51. A method of treating geriatric aging of the body, comprising parentally or orally administering a composition comprising 2-hydroxypropyl-β-cyclodextrin, or a derivative thereof, solubilized in parentally acceptable solution.

52. A method of treating geriatric aging of the body, comprising parentally or orally administering a composition comprising 2-hydroxypropyl-β-cyclodextrin, or a derivative thereof, solubilized in parentally acceptable solution.
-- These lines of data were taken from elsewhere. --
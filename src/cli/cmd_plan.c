/* cmd_plan.c - `surety advise | assure | bounds | frontier`: from a solved
 * sample to a plan one can stand behind.
 * SPDX-License-Identifier: MIT */
#include <getopt.h>
#include <math.h>
#include <stdlib.h>
#include <string.h>

#include "cli.h"

/* getopt value of --threads (no short form) */
enum { OPT_THREADS = 1000 };

static int parse_prob(const char *cmd, const char *name, const char *arg, double *out)
{
    if (cli_parse_double(arg, out) || !(*out > 0) || !(*out < 1))
        return cli_usage_error(cmd, "%s needs a number in (0,1)", name);
    return 0;
}

static int parse_positive(const char *cmd, const char *name, const char *arg, size_t *out)
{
    if (cli_parse_size(arg, out) || *out == 0)
        return cli_usage_error(cmd, "%s needs a positive whole number", name);
    return 0;
}

/* --threads for the solves of assure, bounds and frontier (as in solve) */
static int parse_threads(const char *cmd, const char *arg, int *out)
{
    size_t th;
    if (cli_parse_size(arg, &th) || th == 0 || th > 1024)
        return cli_usage_error(cmd, "--threads needs a whole number from 1 to 1024");
    *out = (int)th;
    return 0;
}

/* ---- advise ------------------------------------------------------ */

static const char advise_help[] =
    "usage: surety advise --risk EPS --confidence C (--jobs n --resources m | --model MODEL)\n"
    "                     [--allow K] [--json]\n"
    "\n"
    "How many scenarios published theory asks for, before solving, each row\n"
    "with its source and what it guarantees:\n"
    "  finite plan set    (Luedtke & Ahmed 2008) with confidence C, EVERY plan that\n"
    "                     fits all but the allowed scenarios has risk <= EPS; valid\n"
    "                     for yes/no plans, even one found under a time limit;\n"
    "  sampling and       (Campi & Garatti 2011) a result for convex programs (the\n"
    "  discarding         LP relaxation); it does not certify a yes/no plan;\n"
    "  check              fresh scenarios with no overload that certify a plan.\n"
    "All are sufficient, not necessary: conservative.\n"
    "\n"
    "  --risk EPS        allowed probability of an overload (default: the model's)\n"
    "  --confidence C    confidence (default 0.99)\n"
    "  --jobs n          jobs and resources: every job may go to any resource\n"
    "  --resources m     or stay out (ln|X| = n ln(m+1), d = n m)\n"
    "  --model MODEL     count the plans of this model instead\n"
    "  --allow K         also a row for a fixed allowance of K scenarios\n"
    "  --json            machine-readable output\n";

static void print_n(FILE *fp, size_t N)
{
    if (N)
        fprintf(fp, "%10zu", N);
    else
        fprintf(fp, "%10s", "> 1e8");
}

static void print_closed(FILE *fp, double v)
{
    if (isfinite(v))
        fprintf(fp, "%11.0f", v);
    else
        fprintf(fp, "%11s", "-");
}

static void advise_text(const surety_advice *a, const char *what)
{
    FILE *fp = stdout;
    double eps = a->eps, C = a->confidence;
    fprintf(fp, "Scenarios needed for risk %.4g (reliability %.4g%%) at confidence %.4g%%\n", eps,
            100 * (1 - eps), 100 * C);
    fprintf(fp, "%s:\n  ln|X| = %.3f (plans: each job in an allowed resource or out),\n"
                "  d = %zu job-resource pairs\n\n", what, a->log_plans, a->d);
    fprintf(fp, "1. Finite plan set (Luedtke & Ahmed 2008, exact binomial form)\n");
    fprintf(fp, "   %-26s %10s %10s %11s %11s\n", "may overload in the sample", "N", "first N",
            "Chernoff", "Hoeffding");
    for (size_t r = 0; r < a->nrows; r++) {
        const surety_advice_row *w = &a->row[r];
        if (w->kind != SURETY_ADVICE_FINITE)
            continue;
        char label[64];
        if (w->k >= 0)
            snprintf(label, sizeof label, "k = %ld scenarios", w->k);
        else if (w->alpha == 0)
            snprintf(label, sizeof label, "none (k = 0)");
        else
            snprintf(label, sizeof label, "%.4g%% of N (alpha %.4g)", 100 * w->alpha, w->alpha);
        fprintf(fp, "   %-26s ", label);
        print_n(fp, w->N);
        fputc(' ', fp);
        print_n(fp, w->N_first);
        fputc(' ', fp);
        print_closed(fp, w->chernoff);
        fputc(' ', fp);
        print_closed(fp, w->hoeffding);
        fputc('\n', fp);
    }
    fprintf(fp, "   Guarantee: with %.4g%% confidence over the sample, EVERY plan that fits all\n"
                "   but the allowed scenarios of N has true risk <= %.4g. It holds for yes/no\n"
                "   plans, including one found under a time limit. N: that count and every\n"
                "   larger one pass; first N: the smallest that passes (the condition is not\n"
                "   monotone when the allowance grows with N). Chernoff and Hoeffding are the\n"
                "   paper's closed forms, looser still.\n\n",
            100 * C, eps);
    fprintf(fp, "2. Sampling and discarding (Campi & Garatti 2011) - CONVEX programs only\n");
    for (size_t r = 0; r < a->nrows; r++) {
        const surety_advice_row *w = &a->row[r];
        if (w->kind != SURETY_ADVICE_DISCARDING)
            continue;
        fprintf(fp, "   discard k = %-13ld ", w->k);
        print_n(fp, w->N);
        fputc('\n', fp);
    }
    fprintf(fp, "   This bound is for a convex program with d = %zu variables, such as the LP\n"
                "   relaxation. It does NOT certify a yes/no plan: shown for comparison only.\n\n",
            a->d);
    for (size_t r = 0; r < a->nrows; r++)
        if (a->row[r].kind == SURETY_ADVICE_CHECK)
            fprintf(fp, "3. After solving (Clopper & Pearson 1934, one-sided): %zu fresh scenarios\n"
                        "   with no overload certify reliability %.4g%% at %.4g%% confidence; with\n"
                        "   overloads more are needed ('surety check', 'surety assure').\n\n",
                    a->row[r].N, 100 * (1 - eps), 100 * C);
    fprintf(fp, "All of these are sufficient, not necessary: conservative. A plan solved on fewer\n"
                "scenarios can still be certified after the fact on fresh ones.\n");
}

static void advise_json(const surety_advice *a)
{
    FILE *fp = stdout;
    fprintf(fp, "{\n  \"risk\": ");
    cli_json_number(fp, a->eps);
    fprintf(fp, ",\n  \"confidence\": ");
    cli_json_number(fp, a->confidence);
    fprintf(fp, ",\n  \"log_plans\": ");
    cli_json_number(fp, a->log_plans);
    fprintf(fp, ",\n  \"variables\": %zu,\n  \"rows\": [\n", a->d);
    static const char *kinds[] = {"finite", "discarding", "check"};
    for (size_t r = 0; r < a->nrows; r++) {
        const surety_advice_row *w = &a->row[r];
        fprintf(fp, "    {\"kind\": \"%s\", \"alpha\": ", kinds[w->kind]);
        cli_json_number(fp, w->alpha);
        fprintf(fp, ", \"k\": ");
        if (w->k >= 0)
            fprintf(fp, "%ld", w->k);
        else
            fputs("null", fp);
        fprintf(fp, ", \"N\": ");
        cli_json_number(fp, w->N ? (double)w->N : NAN);
        fprintf(fp, ", \"N_first\": ");
        cli_json_number(fp, w->N_first ? (double)w->N_first : NAN);
        fprintf(fp, ", \"chernoff\": ");
        cli_json_number(fp, w->chernoff);
        fprintf(fp, ", \"hoeffding\": ");
        cli_json_number(fp, w->hoeffding);
        fprintf(fp, ", \"certifies_plans\": %s, \"source\": ",
                w->kind == SURETY_ADVICE_DISCARDING ? "false" : "true");
        cli_json_string(fp, w->source);
        fprintf(fp, "}%s\n", r + 1 < a->nrows ? "," : "");
    }
    fprintf(fp, "  ]\n}\n");
}
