/* bounds.c - a confidence interval for the true optimal profit from
 * replicated sample approximations (Pagnoncelli, Ahmed & Shapiro 2009).
 * SPDX-License-Identifier: MIT */
#include <math.h>
#include <string.h>

#include "alloc.h"
#include "check.h"
#include "clock.h"
#include "model.h"
#include "plan.h"
#include "sizes.h"
#include "stats.h"

void surety_bounds_options_init(surety_bounds_options *opt)
{
    if (!opt)
        return;
    memset(opt, 0, sizeof *opt);
    opt->replications = 10;
    opt->confidence = 0.95;
    opt->samples = 10000;
    surety_solve_options_init(&opt->solve);
}

void surety_bounds_report_free(surety_bounds_report *rep)
{
    if (!rep)
        return;
    surety_xfree(rep->bound);
    surety_xfree(rep->objective);
    surety_xfree(rep->replication);
    surety_plan_free(rep->plan);
    memset(rep, 0, sizeof *rep);
}

static int same_plan(const surety_plan *a, const surety_plan *b)
{
    return a->n == b->n && !memcmp(a->resource, b->resource, a->n * sizeof *a->resource);
}

/* Share of the upper side's per-replication success probability given up
 * so that the sampled mean profit of the true optimal plan is covered too
 * (see surety_bounds). A fixed choice: smaller makes the margin wider,
 * larger makes L smaller. */
#define BOUNDS_ETA 0.02

/* Sum over jobs of the sample standard deviation of the job's profit in
 * `sc`. By Minkowski's inequality it bounds the standard deviation of any
 * plan's profit, a sum of some of these columns. */
static double profit_sd_sum(const surety_scenarios *sc)
{
    size_t N = surety_scenarios_count(sc), n = surety_scenarios_jobs(sc);
    const double *p = surety_scenarios_profit(sc);
    if (N < 2)
        return 0;
    double sum = 0;
    for (size_t j = 0; j < n; j++) {
        double mean = 0, ss = 0;
        for (size_t l = 0; l < N; l++)
            mean += p[l * n + j];
        mean /= (double)N;
        for (size_t l = 0; l < N; l++) {
            double d = p[l * n + j] - mean;
            ss += d * d;
        }
        sum += sqrt(ss / (double)(N - 1));
    }
    return sum;
}

/* Solves one sample at `risk`; fills bound/objective, copies the plan and,
 * when sd_sum is given, raises it to the sample's profit_sd_sum. */
static surety_code solve_one(const surety_model *model, uint64_t stream, size_t N,
                             double risk, const surety_solve_options *sopt,
                             double *bound, double *objective, int *optimal,
                             surety_plan **plan, double *seconds, double *sd_sum,
                             surety_error *err)
{
    surety_scenarios *sc = NULL;
    surety_code code;
    if (stream == SURETY_STREAM_SOLVE)
        code = surety_model_sample(model, &sc, err);
    else
        code = surety_sample(model, stream, 0, N, &sc, err);
    if (code)
        return code;
    if (sd_sum) {
        double s = profit_sd_sum(sc);
        if (s > *sd_sum)
            *sd_sum = s;
    }
    surety_model level = *model; /* shallow: only the risk changes */
    level.risk = risk;
    surety_result *res = NULL;
    code = surety_solve(&level, sc, sopt, &res, err);
    surety_scenarios_free(sc);
    if (code)
        return code;
    *bound = surety_result_bound(res);
    *objective = surety_result_objective(res);
    *optimal = surety_result_status(res) == SURETY_OPTIMAL ||
               surety_result_status(res) == SURETY_INFEASIBLE;
    *seconds += surety_result_seconds(res);
    *plan = NULL;
    if (surety_result_plan(res)) {
        *plan = surety_plan_copy(surety_result_plan(res));
        if (!*plan) {
            surety_result_free(res);
            surety_error_set(err, NULL, 0, 0, NULL, "out of memory");
            return SURETY_EINTERNAL;
        }
    } else {
        *objective = -INFINITY;
    }
    surety_result_free(res);
    return SURETY_OK;
}

/* The error probability beta = 1 - C is split three ways (Bonferroni):
 * beta/2 for the upper bound, beta/4 for "every plan that passes screening
 * truly meets 1-eps" (itself divided among the K distinct candidates), and
 * beta/4 for the lower confidence bound on the chosen plan's mean profit.
 * The interval [lower, upper] then holds with probability >= C.
 *
 * Upper side (Pagnoncelli, Ahmed & Shapiro 2009, METHODS.md s.5): replication
 * r solves stream SURETY_STREAM_REPLICATE + r at risk gamma. The true
 * optimal plan x* fits the sample with probability >= theta_N =
 * B(floor(gamma N); N, eps), and then the sample optimum is at least x*'s
 * objective in the sample; so the L-th largest dual bound, L the largest
 * with B(L-1; M, theta) <= beta/2, is an upper bound with confidence
 * 1 - beta/2. The dual bound (not the incumbent) is used so that a search
 * stopped by a limit still gives a valid value. Two corrections keep that
 * claim true here:
 *  - PAS 2009 has a deterministic objective; ours is the mean profit over
 *    the sample, which for x* falls below its true mean about half the
 *    time. With sigma_S the summed per-job profit sd (>= the sd of x*'s
 *    profit), x*'s sampled mean is below v* - z sigma_S / sqrt(N),
 *    z = Phi^{-1}(1 - eta), with probability about eta (central limit
 *    theorem), so bound + z sigma_S / sqrt(N) reaches v* with probability
 *    >= theta_N - eta (union bound); the margin is added to the L-th bound.
 *  - A separate model's x* fits the sample only if each of its m
 *    constraints does: probability >= 1 - m (1 - theta_N) (Bonferroni). */
surety_code surety_bounds(const surety_model *model, const surety_bounds_options *opt,
                          surety_bounds_report *out, surety_error *err)
{
    if (out)
        memset(out, 0, sizeof *out);
    if (!model || !out) {
        surety_error_set(err, NULL, 0, 0, NULL, "surety_bounds: model and out are required");
        return SURETY_EUSAGE;
    }
    surety_bounds_options defaults;
    if (!opt) {
        surety_bounds_options_init(&defaults);
        opt = &defaults;
    }
    if (!(opt->confidence > 0 && opt->confidence < 1) || opt->replications == 0 ||
        opt->samples == 0 || !(opt->gamma < 1)) {
        surety_error_set(err, NULL, 0, 0, "replications",
                         "need replications >= 1, samples >= 1, confidence and gamma in (0,1)");
        return SURETY_EUSAGE;
    }
    if (surety_model_has_table(model)) {
        surety_error_set(err, NULL, 0, 0, "scenario_table",
                         "bounds need independent samples; a model with a fixed scenario "
                         "table has only one");
        return SURETY_EINPUT;
    }
    double t0 = surety_clock_seconds();
    size_t M = opt->replications;
    double beta = 1 - opt->confidence;
    out->eps = surety_model_risk(model);
    out->gamma = opt->gamma > 0 ? opt->gamma : out->eps;
    out->confidence = opt->confidence;
    out->N = surety_model_scenarios(model);
    out->M = M;
    out->beta_upper = beta / 2;
    out->beta_lower = beta / 2;
    out->plan_source = -1;
    out->upper = out->lower = NAN;
    out->profit_mean = out->profit_sd = out->reliability_lower = NAN;
    out->bound = surety_xmalloc(M, sizeof *out->bound);
    out->objective = surety_xmalloc(M, sizeof *out->objective);
    out->replication = surety_xmalloc(M, sizeof *out->replication);
    /* candidates: the M replication plans and two plans solved at eps/2
     * and eps/4 on the model's own sample, which have a fair chance to
     * truly meet 1-eps when the replication plans (solved near eps) fall
     * just short */
    surety_plan **cand = surety_xcalloc(M + 2, sizeof *cand);
    long *src = surety_xmalloc(M + 2, sizeof *src);
    double *cand_risk = surety_xmalloc(M + 2, sizeof *cand_risk);
    surety_code code = SURETY_OK;
    if (!out->bound || !out->objective || !out->replication || !cand || !src || !cand_risk) {
        surety_error_set(err, NULL, 0, 0, NULL, "out of memory");
        code = SURETY_EINTERNAL;
        goto done;
    }
    out->all_optimal = 1;
    size_t K = 0;
    double sd_sum = 0;
    for (size_t r = 0; r < M; r++) {
        int optimal = 0;
        surety_plan *plan = NULL;
        code = solve_one(model, SURETY_STREAM_REPLICATE + r, out->N, out->gamma, &opt->solve,
                         &out->bound[r], &out->objective[r], &optimal, &plan,
                         &out->solve_seconds, &sd_sum, err);
        if (code)
            goto done;
        out->replication[r] = (long)r;
        out->all_optimal &= optimal;
        if (plan) {
            cand[K] = plan;
            src[K++] = (long)r;
        }
        if (opt->solve.interrupt && *opt->solve.interrupt) {
            code = SURETY_EINTERNAL;
            surety_error_set(err, NULL, 0, 0, NULL, "interrupted");
            goto done;
        }
    }
    /* extra candidates on the model's own sample at eps/2 and eps/4 */
    for (size_t c = 0; c < K; c++)
        cand_risk[c] = out->gamma;
    for (int e = 1; e <= 2; e++) {
        double b, o, risk = out->eps / (double)(2 * e);
        int optimal;
        surety_plan *plan = NULL;
        code = solve_one(model, SURETY_STREAM_SOLVE, out->N, risk, &opt->solve, &b, &o,
                         &optimal, &plan, &out->solve_seconds, NULL, err);
        if (code)
            goto done;
        if (plan) {
            cand[K] = plan;
            cand_risk[K] = risk;
            src[K++] = -1;
        }
    }
    /* most optimistic first (insertion sort; M is small) */
    for (size_t a = 1; a < M; a++)
        for (size_t q = a; q > 0 && out->bound[q] > out->bound[q - 1]; q--) {
            double t = out->bound[q];
            out->bound[q] = out->bound[q - 1];
            out->bound[q - 1] = t;
            t = out->objective[q];
            out->objective[q] = out->objective[q - 1];
            out->objective[q - 1] = t;
            long u = out->replication[q];
            out->replication[q] = out->replication[q - 1];
            out->replication[q - 1] = u;
        }
    out->theta = surety_stats_pas_theta(out->N, out->gamma, out->eps);
    double theta = out->theta;
    size_t m = surety_model_resources(model);
    if (surety_model_constraint(model) == SURETY_SEPARATE && m > 1)
        theta = 1 - (double)m * (1 - theta);
    if (sd_sum > 0) {
        theta -= BOUNDS_ETA;
        out->margin = -surety_norm_quantile(BOUNDS_ETA) * sd_sum / sqrt((double)out->N);
    }
    out->theta_eff = theta > 0 ? theta : 0;
    out->L = (long)surety_stats_pas_rank(M, out->theta_eff, out->beta_upper);
    if (out->L > 0)
        out->upper = out->bound[out->L - 1] + out->margin;

    /* Lower side. Identical plans are one hypothesis: drop duplicates
     * before counting K for the Bonferroni split. */
    size_t distinct = 0;
    for (size_t c = 0; c < K; c++) {
        surety_plan *p = cand[c];
        cand[c] = NULL;
        int dup = 0;
        for (size_t e = 0; e < distinct && !dup; e++)
            dup = same_plan(p, cand[e]);
        if (dup) {
            surety_plan_free(p);
            continue;
        }
        cand[distinct] = p;
        cand_risk[distinct] = cand_risk[c];
        src[distinct++] = src[c];
    }
    K = distinct;
    double beta_feas = beta / 4, beta_mean = beta / 4;
    long best = -1;
    double best_profit = -INFINITY;
    surety_model level = *model;
    for (size_t c = 0; c < K; c++) {
        surety_check_report rep;
        code = surety_check_fresh(&level, cand[c], opt->samples, 0,
                                  1 - beta_feas / (double)K, &rep, err);
        if (code)
            goto done;
        out->check_seconds += rep.sample_seconds + rep.check_seconds;
        if (rep.lower >= 1 - out->eps && rep.profit_mean > best_profit) {
            best_profit = rep.profit_mean;
            best = (long)c;
            out->reliability_lower = rep.lower;
        }
        surety_check_report_free(&rep);
    }
    if (best >= 0) {
        /* the chosen plan's profit on scenarios no candidate was screened
         * on: SCREEN stream samples .. 2*samples-1, so the choice of the
         * best screened mean does not inflate it */
        surety_check_report rep;
        code = surety_check_fresh(&level, cand[best], opt->samples,
                                  opt->samples, opt->confidence, &rep, err);
        if (code)
            goto done;
        out->check_seconds += rep.sample_seconds + rep.check_seconds;
        out->profit_mean = rep.profit_mean;
        out->profit_sd = rep.profit_sd;
        /* one-sided lower bound on the mean: normal approximation (central
         * limit theorem over rep.M i.i.d. scenarios) */
        double z = surety_norm_quantile(1 - beta_mean);
        out->lower = rep.profit_mean - z * rep.profit_sd / sqrt((double)rep.M);
        surety_check_report_free(&rep);
        out->plan = cand[best];
        cand[best] = NULL;
        out->plan_source = src[best];
        out->plan_risk = cand_risk[best];
    }
    code = SURETY_OK;
done:
    surety_xfree(cand_risk);
    if (cand)
        for (size_t c = 0; c < M + 2; c++)
            surety_plan_free(cand[c]);
    surety_xfree(cand);
    surety_xfree(src);
    out->seconds = surety_clock_seconds() - t0;
    if (code)
        surety_bounds_report_free(out);
    return code;
}
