/* stats.h - statistics for surety: normal distribution, binomial tails,
 * incomplete beta, confidence intervals and sample-size formulas.
 * SPDX-License-Identifier: MIT */
#ifndef SURETY_STATS_H
#define SURETY_STATS_H

/* Standard normal CDF, Phi(x) = 0.5 erfc(-x/sqrt 2). Accurate in both
 * tails (no cancellation for x << 0). Pure, thread-safe. */
double surety_norm_cdf(double x);

/* Standard normal quantile Phi^{-1}(p) for p in (0,1), by Wichura's
 * algorithm AS 241 (PPND16), relative error about 1e-16.
 * p = 0 gives -INFINITY, p = 1 gives +INFINITY, p outside [0,1] or NaN
 * gives NaN. (Wichura 1988, Applied Statistics 37:477-484.) */
double surety_norm_quantile(double p);

#endif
53. A method of treating geriatric aging of the body, comprising administering a composition comprising 2-hydroxypropyl-β-cyclodextrin, or a derivative thereof, solubilized in parentally acceptable solution.

54. A method of reducing age-related non-bisretinoid lipofuscin in a patient having a buildup of same, said method comprising administering 2-hydroxypropyl-β-cyclodextrin, or a derivative thereof to a patient in an amount effective to reduce age-related non-bisretinoid lipofuscin levels in said patient.

55. The method of any one of claims 46-54, wherein said administered composition comprises a cyclodextrin as recited in any one of claims 26-32.